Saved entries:
from vasohm.config.presets import PRESETS
from vasohm.config.settings import CompareSettings, OutputSettings, RunSettings
from vasohm.config.study_file import Study, ad_hoc_study, read_study, study_from_mapping
from vasohm.config.study_model import StudyModel
from vasohm.errors import RequestError
from vasohm.flow.estimated_ends import EndTargets
from vasohm.flow.monte_carlo import IntervalSettings
from vasohm.flow.rheology import law_names
from vasohm.flow.scenarios import Scenario
from vasohm.image.calibrate import ScaleSettings
from vasohm.image.eye import EyeSettings
from vasohm.image.segment import segmenter_names
from vasohm.network.classes import ClassSettings

CONFIGS = Path(__file__).parents[2] / "configs"
SHEET = "image_id,file,subject,group,age_years\na,a.tif,s1,control,61\nb,b.tif,s2,NA,58\n"
SMALLEST: Mapping[str, Any] = {"image": {"preset": "fundus"}}


def study_of(folder: Path, text: str | bytes, sheet: str = SHEET) -> Study:
    (folder / "images.csv").write_text(sheet)
    (folder / "study.toml").write_bytes(textwrap.dedent(text).encode() if isinstance(text, str) else text)
    return read_study(folder / "study.toml")


def problems(read: Callable[[], object]) -> list[str]:
    with pytest.raises(RequestError) as caught:
        read()
    return [str(problem) for problem in caught.value.problems]


def faults(**tables: Any) -> list[str]:
    return problems(lambda: study_from_mapping({**SMALLEST, **tables}, Path()))


CONTRACT = """
    [study]
    name   = "demo"
    sheet  = "images.csv"
    allow_outside = false
    [image]
    preset   = "fundus"
    channel  = "green"
    polarity = "dark"
    plane    = "max"
    gamma    = 2.2
    max_megapixels = 100
    block_megapixels = 25
    [scale]
    pixel_size_um    = 7
    pixel_size_se_um = 0.1
    scale_conflict = "sheet"
    magnification = "bennett"
    camera_factor = 0.02
    camera_factor_se = 0.0002
    reference_axial_length_mm = 23.5
    disc_diameter_um = 1800
    disc_diameter_se_um = 150
    [segment]
    method      = "hessian"
    radius_um   = [4, 80.0]
    false_alarms_per_mpx = 30
    crossing_probability = 0.6
    overlap_adds = false
    parameters = { strictness = 2 }
    [radius]
    profile     = "cylinder"
    blur_px     = 1.5
    plasma_layer_um = 1.1
    plasma_layer_se_um = 0.4
    [classes]
    method      = "none"
    probability = 0.9
    [shape]
    disc            = "none"
    zone_dd         = [0.5, 1.0]
    calibre_formula = "parr-hubbard"
    calibre_um      = [5.0, 20.0]
    [blood]
    law                    = "pries-in-vitro"
    hematocrit             = 0.4
    hematocrit_se          = 0.02
    plasma_viscosity_mpa_s = 1.3
    plasma_viscosity_se_mpa_s = 0.08
    viscosity_mpa_s        = 4.0
    hematocrit_split       = true
    split_law              = "1990"
    diameter_scaling       = "red-cell-volume"
    red_cell_volume_fl     = 55
    density_kg_m3          = 1060
    heart_rate_per_min     = 420
    parameters = { core = 1.0 }
    [network]
    terminals = "estimate"
    drive_mmhg = 2.0
    trees_by_class = false
    target_wall_shear_pa = { arteriole = 5, capillary = 3.0, venule = 1.6 }
    target_wall_shear_sd_pa = 2.0
    target_pressure_mmhg = 31
    target_pressure_sd_mmhg = 8.0
    intervals = "monte-carlo"
    draws = 400
    seed = 7
    [[scenario]]
    name = "small arterioles dilate"
    where = { radius_um_below = 10, radius_um_above = 2, vessel_class = "arteriole" }
    radius_factor = 1.10
    [[scenario]]
    name = "all narrow"
    radius_factor = 0.9
    [[scenario]]
    name = "how much wider"
    wanted_ratio = 0.8
    [compare]
    outcomes   = ["networks.resistance_pa_s_m3", "segments.radius_hydraulic_um", "length_density_per_mm"]
    by         = "group"
    reference  = "control"
    covariates = ["age_years"]
    plan_ratio = 1.20
    radius_um  = [[2, 10], [10, 40]]
    [run]
    image_timeout_s = 60
    memory_limit_mb = 4000
    [output]
    overlay = false
    colour = "share"
    print = true
"""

The task: Could you return exactly the lines above from the line with "from vasohm.errors import RequestError" to the line with "from vasohm.network.classes import", both included, and nothing else?

Solution:
from vasohm.errors import RequestError
from vasohm.flow.estimated_ends import EndTargets
from vasohm.flow.monte_carlo import IntervalSettings
from vasohm.flow.rheology import law_names
from vasohm.flow.scenarios import Scenario
from vasohm.image.calibrate import ScaleSettings
from vasohm.image.eye import EyeSettings
from vasohm.image.segment import segmenter_names
from vasohm.network.classes import ClassSettings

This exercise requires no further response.